Defining tax harvesting for crypto

This term is a strategy often used to offset and reduce investment losses regardless of financial instruments. When a crypto investor chooses to sell an underperforming asset at a loss, to offset realized capital gains, ultimately decreasing the final tax obligation.

 

“Tax loss harvesting” is a strategy that can help you reduce investment losses. Since crypto is treated as “property” under the IRS guidelines, this means the same capital gains rules apply. Therefore, any crypto losses can be used to offset gains on other investments you traded, such as stocks, bonds and other assets in a portfolio.

To make it understandable…

 

If an investor purchases 1 bitcoin in June ($100 USD), holds it for one year, then trades it for ethereum (10ETH x $500 USD), that 1 bitcoin is taxed 20%, the standard long term tax rate. Once the investor holds their newly traded ethereum tokens for one year, those assets are also taxed 20%.

 

The purchase of bitcoin is then traded for ethereum, yielding a profit of $4,950. But, the investor then sells 10 ethereum, each valued at $100USD, producing a loss of -$4000. When calculating the total amount of gains/losses and their long-term tax rate, the investor saved $190 by harvesting the loss.

 

Who does it apply to?

Anyone that owns crypto or any financial instruments, such as stocks or securities can leverage the value of tax loss harvesting. Crypto investors can leverage their underwater crypto losses and apply it to other gains from their stock portfolio, reducing the individual’s annual tax bill.
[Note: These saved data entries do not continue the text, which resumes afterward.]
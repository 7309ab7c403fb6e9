"""The screening use cases: ingest posted responses, re-screen a survey.

The one place where the engine meets the store; the webhook route, the CLI and the demo server
all call these functions, so no screening logic is written twice. Detectors are only ever
reached through the engine's registry (``build_detectors``), so a detector added to the
registry is screened, stored and reported here without a change.
"""

from __future__ import annotations

import datetime as dt
import json
import threading
from collections import OrderedDict
from collections.abc import Callable, Mapping, Sequence
from dataclasses import dataclass, field
from typing import Any

import numpy as np
from pydantic import TypeAdapter, ValidationError
from sqlalchemy import func, select
from sqlalchemy.orm import Session

from detectors import (
    MISSING,
    DetectorResult,
    Instrument,
    ResponseDataError,
    ResponseMatrix,
    ResponseProblem,
    State,
    build_detectors,
    fit_references,
    parse_instrument,
)
from detectors.verdict import RANKS_KEY, Verdicts, assess, reference_ranks

from . import store
from .db import utcnow
from .models import ReferenceSample, Respondent, Survey, SurveyVersion
from .problems import Problem, field_error
from .schemas import ResponseIn
from .settings import Settings

__all__ = [
    "Screener",
    "screener_for",
    "reference_data",
    "check_rows",
    "screen_matrix",
    "ingest",
    "ingest_many",
    "Submission",
    "IngestOptions",
    "DEFERRED",
    "rescreen",
    "NO_REFERENCE",
    "clear_caches",
]

#: Reason stored for a sample-dependent detector before the survey has a reference sample.
NO_REFERENCE = "no reference sample yet"
#: Respondents screened and written per step of a re-screen (bounds memory).
RESCREEN_CHUNK = 50_000
_ROWS = TypeAdapter(list[ResponseIn])
_ROW = TypeAdapter(ResponseIn)


# Per-version screening objects, built once per process ------------------------------------------


@dataclass(frozen=True, eq=False)
class Screener:
    """A survey version's parsed instrument and detector objects."""

    version_id: int
    number: int
    instrument: Instrument
    detectors: dict[str, Any]
    item_index: dict[str, int]

    @property
    def sample_detectors(self) -> list[str]:
        return [name for name, d in self.detectors.items() if d.needs_sample]


class _LRU:
    def __init__(self, size: int):
        self.size = size
        self.items: OrderedDict[Any, Any] = OrderedDict()
        self.lock = threading.Lock()

    def get(self, key: Any) -> Any:
        with self.lock:
            value = self.items.get(key)
            if value is not None:
                self.items.move_to_end(key)
            return value

    def put(self, key: Any, value: Any) -> None:
        with self.lock:
            self.items[key] = value
            self.items.move_to_end(key)
            while len(self.items) > self.size:
                self.items.popitem(last=False)

    def clear(self) -> None:
        with self.lock:
            self.items.clear()


# Versions and references never change once written, so caching them needs no invalidation.
_screeners = _LRU(128)
_references = _LRU(128)


def clear_caches() -> None:
    _screeners.clear()
    _references.clear()


def screener_for(session: Session, version_id: int) -> Screener:
    cached = _screeners.get(version_id)
    if cached is not None:
        return cached
    version = session.get(SurveyVersion, version_id)
    if version is None:
        raise LookupError(f"survey version {version_id} does not exist")
    instrument = parse_instrument(version.document)
    screener = Screener(
        version_id=version.id,
        number=version.number,
        instrument=instrument,
        detectors=build_detectors(instrument),
        item_index=dict(instrument.item_index),
    )
    _screeners.put(version_id, screener)
    return screener


def reference_data(session: Session, reference_id: int | None) -> Mapping[str, Any] | None:
    if reference_id is None:
        return None
    cached = _references.get(reference_id)
    if cached is not None:
        return cached
    reference = session.get(ReferenceSample, reference_id)
    if reference is None:
        return None
    _references.put(reference_id, reference.data)
    return reference.data


# Checking posted rows ----------------------------------------------------------------------------


@dataclass
class Checked:
    """The valid rows of a post as a matrix, and the problems of the others."""

    rows: list[ResponseIn]
    positions: list[int]  # 0-based position in the post of each valid row
    matrix: ResponseMatrix
    problems: list[ResponseProblem]
    bad_positions: set[int] = field(default_factory=set)


def _schema_problems(
    raw_rows: Sequence[Any],
) -> tuple[dict[int, ResponseIn], list[ResponseProblem]]:
    try:
        return dict(enumerate(_ROWS.validate_python(raw_rows))), []
    except ValidationError:
        pass
    good: dict[int, ResponseIn] = {}
    problems: list[ResponseProblem] = []
    for position, raw in enumerate(raw_rows):
        try:
            good[position] = _ROW.validate_python(raw)
        except ValidationError as error:
            rid = raw.get("respondent_id") if isinstance(raw, dict) else None
            rid = rid.strip() if isinstance(rid, str) and rid.strip() else None
            for entry in error.errors():
                loc = [str(p) for p in entry["loc"]]
                column = loc[-1] if loc and loc[0] == "answers" and len(loc) > 1 else (
                    loc[0] if loc else None
                )
                problems.append(ResponseProblem(position + 1, rid, column, entry["msg"]))
    return good, problems


def check_rows(screener: Screener, raw_rows: Sequence[Any], max_meta_bytes: int) -> Checked:
    """Validate posted rows against the schema and the survey version's items; build the matrix
    of the valid ones. Problems name the row (1-based), the respondent and the item."""
    parsed, problems = _schema_problems(raw_rows)
    index = screener.item_index
    instrument = screener.instrument
    seen: dict[str, int] = {}
    for position, row in parsed.items():
        unknown = row.answers.keys() - index.keys()
        for item in sorted(unknown):
            problems.append(
                ResponseProblem(
                    position + 1,
                    row.respondent_id,
                    item,
                    f"unknown item: not in version {screener.number} of survey "
                    f"{instrument.survey!r}",
                )
            )
        if row.meta is not None and max_meta_bytes >= 0:
            size = len(json.dumps(row.meta, separators=(",", ":")).encode("utf-8"))
            if size > max_meta_bytes:
                problems.append(
                    ResponseProblem(
                        position + 1, row.respondent_id, "meta",
                        f"meta is {size} bytes as JSON; at most {max_meta_bytes} are accepted",
                    )
                )
        if row.respondent_id in seen:
            first = seen[row.respondent_id]
            for where in (first, position):
                problems.append(
                    ResponseProblem(
                        where + 1, row.respondent_id, "respondent_id",
                        f"respondent id appears more than once in this post (rows {first + 1} "
                        f"and {position + 1})",
                    )
                )
        else:
            seen[row.respondent_id] = position
    positions = sorted(parsed)
    rows = [parsed[p] for p in positions]
    items = instrument.item_ids
    values = np.array(
        [[row.answers.get(item) for item in items] for row in rows], dtype=np.float64
    ).reshape(len(rows), len(items))
    present = ~np.isnan(values)
    outside = present & ((values < instrument.lowest) | (values > instrument.highest))
    for r, j in zip(*np.nonzero(outside), strict=True):
        problems.append(
            ResponseProblem(
                positions[r] + 1,
                rows[r].respondent_id,
                items[j],
                f"{values[r, j]:g} is outside the answer range "
                f"{instrument.lowest[j]}..{instrument.highest[j]}",
            )
        )
    values[~present | outside] = MISSING
    bad = {p.row - 1 for p in problems if p.row is not None}
    keep = np.array([p not in bad for p in positions], dtype=bool)
    durations = np.array([_seconds_taken(row) for row in rows], dtype=np.float64)
    matrix = ResponseMatrix(
        respondent_ids=np.array([row.respondent_id for row in rows], dtype=object)[keep],
        answers=values.astype(np.int8)[keep],
        durations=durations[keep],
    )
    problems.sort(key=lambda p: (p.row or 0))
    return Checked(
        rows=[row for row, k in zip(rows, keep.tolist(), strict=True) if k],
        positions=[p for p, k in zip(positions, keep.tolist(), strict=True) if k],
        matrix=matrix,
        problems=problems,
        bad_positions=bad,
    )


def _seconds_taken(row: Any) -> float:
    """The response's duration: ``duration_seconds`` when given, else ``submitted_at -
    started_at`` when both are known (NaN when neither, or when the difference is negative)."""
    if row.duration_seconds is not None:
        return row.duration_seconds
    if row.started_at is None or row.submitted_at is None:
        return np.nan
    seconds = (row.submitted_at - row.started_at).total_seconds()
    return seconds if seconds >= 0 else np.nan


def answers_digest(answers: Mapping[str, int | None]) -> str:
    """Digest of the answered items only: an explicit null and an absent item are the same."""
    return store.canonical_digest({k: v for k, v in answers.items() if v is not None})


# Screening -------------------------------------------------------------------------------------


@dataclass
class Screened:
    """Every detector's outcome for a matrix, ready to store."""

    names: list[str]
    versions: list[str]
    results: dict[str, DetectorResult | None]  # None: sample detector without a reference
    flags: np.ndarray  # bool (detectors, respondents)
    states: np.ndarray  # int8 (detectors, respondents)
    sample_names: set[str]  # detectors whose result depends on the reference sample
    verdicts: Verdicts  # verdict and careless score under the instrument's policy

    def flag_names(self, i: int) -> list[str]:
        return [self.names[d] for d in np.flatnonzero(self.flags[:, i])]

    def not_assessed(self, i: int) -> list[str]:
        return [self.names[d] for d in np.flatnonzero(self.states[:, i] != State.ASSESSED)]


def screen_matrix(
    screener: Screener, matrix: ResponseMatrix, reference: Mapping[str, Any] | None
) -> Screened:
    """Run every registered detector; a sample-dependent one only with a stored reference."""
    n = matrix.n_respondents
    names = list(screener.detectors)
    results: dict[str, DetectorResult | None] = {}
    flags = np.zeros((len(names), n), dtype=bool)
    states = np.full((len(names), n), State.NOT_ASSESSED, dtype=np.int8)
    for d, (name, detector) in enumerate(screener.detectors.items()):
        if detector.needs_sample and (reference is None or name not in reference):
            results[name] = None
            continue
        given = reference[name] if detector.needs_sample and reference is not None else None
        result = detector.screen(screener.instrument, matrix, given)
        results[name] = result
        flags[d] = result.flags
        states[d] = result.states
    versions = [type(d).version for d in screener.detectors.values()]
    verdicts = assess(screener.instrument.verdict, results, reference_ranks(reference), n)
    return Screened(
        names, versions, results, flags, states, set(screener.sample_detectors), verdicts
    )


def _finite(values: np.ndarray) -> list[float | None]:
    return [None if v != v or v in (np.inf, -np.inf) else v for v in values.tolist()]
Moreover, they can use approximately $3,000USD in capital losses towards earned income.

 

   *FINAL DEADLINE TO SUBMIT RELEVANT TRADES IS BEFORE DECEMBER 31*

 

Important things to keep in mind

Short-Term vs Long-Term: There are short-term and long-term percentages to be paid on crypto investments held for more or less than one year. Because they are taxed differently, short-term losses will be deducted against short-term gains, and same for long-term gains/losses. It is also normal to see higher short-term gain rates, which can sometimes provide more value when offsetting.

 

Applicable to many financial instruments: Tax gains/losses for harvesting can be for all financial instruments, including stocks, bonds, crypto and securities.

 

Repurchasing sold losses: When harvesting tax losses for traditional securities (stocks, bonds), the investor must wait 30 days before repurchasing the same or almost-identical security to the one sold to produce a realized loss. If purchased before, this is regarded as a “wash” and is not applicable for claiming a capital loss.

In the U.S, BTC is not a security, therefore selling BTC to take on a capital loss can be repurchased immediately after selling it. 

 

While BTC may have its own rules, other cryptocurrencies may be different. It is always recommended to confer with a professional before committing to a sale or trade.

 

Please note: If an individual repurchases a financial asset (BTC), they automatically reset the tax clock on the purchase. This means the individual needs to wait 12-months before applying long-term tax gains on their next sale. Tax harvesting can still be applied to cryptocurrency regarded as securities, only if the individual waits the full one-month period before repurchasing.